Two IPOs to Kick off 2016 in Biotech

Two IPOs to Kick off 2016 in Biotech

The IPO arena is once again picking up pace in biotech, as companies that held off in the wake of wider market weakness towards the end of last year give a public capital raise a second (or in some cases, third) shot. Here are two freshly listed biotechs that have some near term upside catalysts.

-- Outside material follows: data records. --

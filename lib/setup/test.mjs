import { mkdirSync, openSync, readFileSync, rmSync } from 'node:fs';
import { dirname, join } from 'node:path';
import { fileURLToPath } from 'node:url';
import { ensureBuild, markServing, runScript } from './build.mjs';
import { ensureDebianPackages, SERVER_PACKAGES, TEST_PACKAGES } from './debian-packages.mjs';
import { startMailbox } from './mailbox.mjs';
import { checkNodeVersion, ensureNodePackages } from './node-packages.mjs';
import { endRunning, findProgram, run, say, SetupError } from './run-command.mjs';
import { serve } from './serve.mjs';
import { findFreePort } from './state.mjs';
import { openTestDatabase } from './test-database.mjs';
import { readReport, summaryLines } from './test-summary.mjs';

const root = dirname(dirname(dirname(fileURLToPath(import.meta.url))));
/** Test files or parts of their names; all checks when there are none. */
const files = process.argv.slice(2);
const folder = join(root, '.build', `test-${process.pid}`);
const servedLog = join(folder, 'served.log');

const undo = [];
const steps = [];

async function cleanUp() {
  for (const action of undo.splice(0).reverse()) await action();
}

for (const signal of ['SIGINT', 'SIGTERM', 'SIGHUP']) {
  process.on(signal, () => {
    say('stopping …');
    endRunning();
    cleanUp().finally(() => process.exit(130));
  });
}

/** Runs one step and records how it went; a later step still runs, so that one run tells all. */
async function step(name, work) {
  say(`${name} …`);
  const begin = Date.now();
  let fault = null;
  try {
    await work();
  } catch (error) {
    fault = error;
    process.stdout.write(`${error instanceof SetupError ? error.message : error.stack}\n`);
  }
  steps.push({ name, fault, seconds: (Date.now() - begin) / 1000 });
  return fault === null;
}

/** Whether the chosen files may be ones that need a served copy. */
function needsServer() {
  const needsNone = /^tests\/(?!api\/|browser\/)[^/]+\//;
  return files.length === 0 || files.some((file) => !needsNone.test(file));
}

/** An OpenID Connect provider that a test starts where the served copy looks for it. */
async function openIdEnvironment() {
  return {
    OIDC_ISSUER: `http://127.0.0.1:${await findFreePort()}`,
    OIDC_CLIENT_ID: 'surdwork',
    OIDC_CLIENT_SECRET: 'a secret between the two',
    OIDC_NAME: 'Quarry House',
  };
}

async function startServed(env, port) {
  mkdirSync(folder, { recursive: true });
  undo.push(markServing(root));
  const output = openSync(servedLog, 'a');
  const server = await serve(root, {
    host: '127.0.0.1',
    port,
    output,
    env: { ...process.env, ...env },
  });
  undo.push(server.stop);
}

async function runVitest(env, reportPath) {
  const vitest = join(root, 'node_modules', 'vitest', 'vitest.mjs');
  await run(
    process.execPath,
    [
      vitest,
      'run',
      '--config',
      'tests/vitest.config.ts',
      '--reporter=default',
      '--reporter=json',
      `--outputFile.json=${reportPath}`,
      ...(needsServer() && env.TEST_BASE_URL === undefined ? ['--project=!served'] : []),
      ...files,
    ],
    { cwd: root, show: true, env: { ...process.env, ...env } },
  );
}

async function runChecks() {
  checkNodeVersion(root);
  await ensureDebianPackages({ ...SERVER_PACKAGES, ...TEST_PACKAGES });
  await ensureNodePackages(root);
  mkdirSync(folder, { recursive: true });
  undo.push(() => rmSync(folder, { recursive: true, force: true }));

  if (files.length === 0) {
    await step('lint', () => runScript(root, 'lint', { show: true }));
    await step('typecheck', () => runScript(root, 'typecheck', { show: true }));
  }
  const port = process.env.TEST_PORT ?? (await findFreePort());
  const address = `http://127.0.0.1:${port}`;
  let env = {};
  const ready = await step('set-up', async () => {
    const database = await openTestDatabase(root, address);
    undo.push(database.close);
    env = { ...database.env, TEST_CHROMIUM: findProgram('chromium') };
    if (!needsServer()) return runScript(root, 'build:child');
    await ensureBuild(root);
    const mailbox = await startMailbox(root, join(folder, 'mail'));
    undo.push(mailbox.stop);
    Object.assign(env, mailbox.env, await openIdEnvironment());
    await startServed(env, port);
    env.TEST_BASE_URL = address;
  });
  // Without a served copy the tests that need none still tell something.
  const reportPath = join(folder, 'report.json');
  const passed = await step('tests', () => runVitest(env, reportPath));
  const report = readReport(reportPath, root);
  await step('completeness', () => {
    if (report === null) throw new SetupError('the tests left no report.');
    if (report.left > 0) throw new SetupError(`${report.left} tests are there but did not run.`);
  });
  if (!passed && ready && needsServer()) showServedLog();
  return report;
}

function showServedLog() {
  const lines = readFileSync(servedLog, 'utf8').trim().split('\n').slice(-40);
  process.stdout.write(`\nThe served copy's last lines:\n${lines.join('\n')}\n`);
}

runChecks()
  .then(
    (report) => {
      process.stdout.write(`${summaryLines(steps, report).join('\n')}\n`);
      process.exitCode = steps.some(({ fault }) => fault !== null) ? 1 : 0;
    },
    (error) => {
      const text = error instanceof SetupError ? error.message : error.stack;
      process.stderr.write(`surdwork: ${text}\n`);
      process.exitCode = 1;
    },
  )
  .then(cleanUp)
  .catch((error) => {
    process.stderr.write(`surdwork: ${error.stack}\n`);
    process.exitCode = 1;
  });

Editas Medicine Inc. (NASDAQ:EDIT)

On February 3, 2016, Editas announced the closing of its NASDAQ IPO. The company raised $96 million on the sale of 5.9 million shares, with an average strike rice of $17 a share. It missed its target of $108 million, but the company’s share price rallied throughout its post-IPO session and made up for the miss. Towards the end of last week, however, and during this week’s Monday/Tuesday sessions, Editas shares have lost a significant portion of their value – last close put the company at $12.8 a share. This said, it maintains a healthy just-listed market cap just shy of $460 million, and presents an intriguing early allocation to the nascent gene editing space.

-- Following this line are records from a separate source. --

import type { Knex } from 'knex';

export async function up(knex: Knex): Promise<void> {
  await knex.raw(`
    create table if not exists comments (
      id char(36) character set ascii collate ascii_bin not null,
      notebook_id char(36) character set ascii collate ascii_bin not null,
      -- The comment that begins the thread; of that comment, its own id.
      thread_id char(36) character set ascii collate ascii_bin not null,
      -- No foreign key: a comment outlives the cell it is about.
      cell_id varchar(40) character set ascii collate ascii_bin not null,
      -- What the cell was called when the thread began, for when it is gone.
      cell_name varchar(120) not null,
      -- No cascade: who said something stays on record as long as it does.
      author_id char(36) character set ascii collate ascii_bin not null,
      -- Plain text; a person who is mentioned stands in it by id.
      body text not null,
      said_at datetime(6) not null default current_timestamp(6),
      edited_at datetime(6) null,
      withdrawn_at datetime(6) null,
      -- Of the comment that begins a thread.
      resolved_at datetime(6) null,
      resolved_by char(36) character set ascii collate ascii_bin null,
      changed_at datetime(6) not null default current_timestamp(6),
      primary key (id),
      key comments_notebook (notebook_id, changed_at),
      key comments_thread (thread_id),
      key comments_author (author_id),
      constraint comments_notebook foreign key (notebook_id) references notebooks (id) on delete cascade,
      constraint comments_thread foreign key (thread_id) references comments (id) on delete cascade,
      constraint comments_author foreign key (author_id) references users (id),
      constraint comments_resolver foreign key (resolved_by) references users (id)
    ) engine = InnoDB default character set utf8mb4 collate utf8mb4_unicode_ci
  `);
}

export async function down(knex: Knex): Promise<void> {
  await knex.raw('drop table if exists comments');
}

So what does the company do?

Its area of expertise, and the scientific root of its lead pipeline candidate, is what’s called CRISPR/Cas9. One of the major difficulties with gene editing in the past has been targeting. Getting the editor (in this case, a protein) to its required genomic location is tough, unpredictable, and, as a result, a difficult thing to harness for a large scale, replicable therapy. With this sort of treatment, the Cas9 (the protein) binds to RNA, and the RNA escorts the Cas9 to the genome it needs to alter, where it then does its editing.

It’s first target will be a rare blindness called Leber congenital amaurosis (LCA10). It’s a congenital condition that affects circa 1 in 80,000 individuals in the US, and currently has very limited treatment options. Don’t expect this one to be a quick turnaround. With no trials ongoing, and none slated for before early 2017, Editas is a long term allocation. With billionaire backers such as Bill Gates and Andreas Halvorsen (Viking Global), however, it could be going places. One to keep an eye on.

BeiGene, Ltd. (NASDAQ:BGNE)

BeiGene closed its offering just this week, through an ADS issue (this is standard for a company headquartered outside of the US – in this case, China). The company unloaded 7.59 million ADSs, each representing 13 ordinary shares, at a price of $24 per ADS, picking up a $182 million raise. It’s an oncology focus organization, with a pretty robust pipeline that targets a range of cancers, primarily through an immuno-oncology approach.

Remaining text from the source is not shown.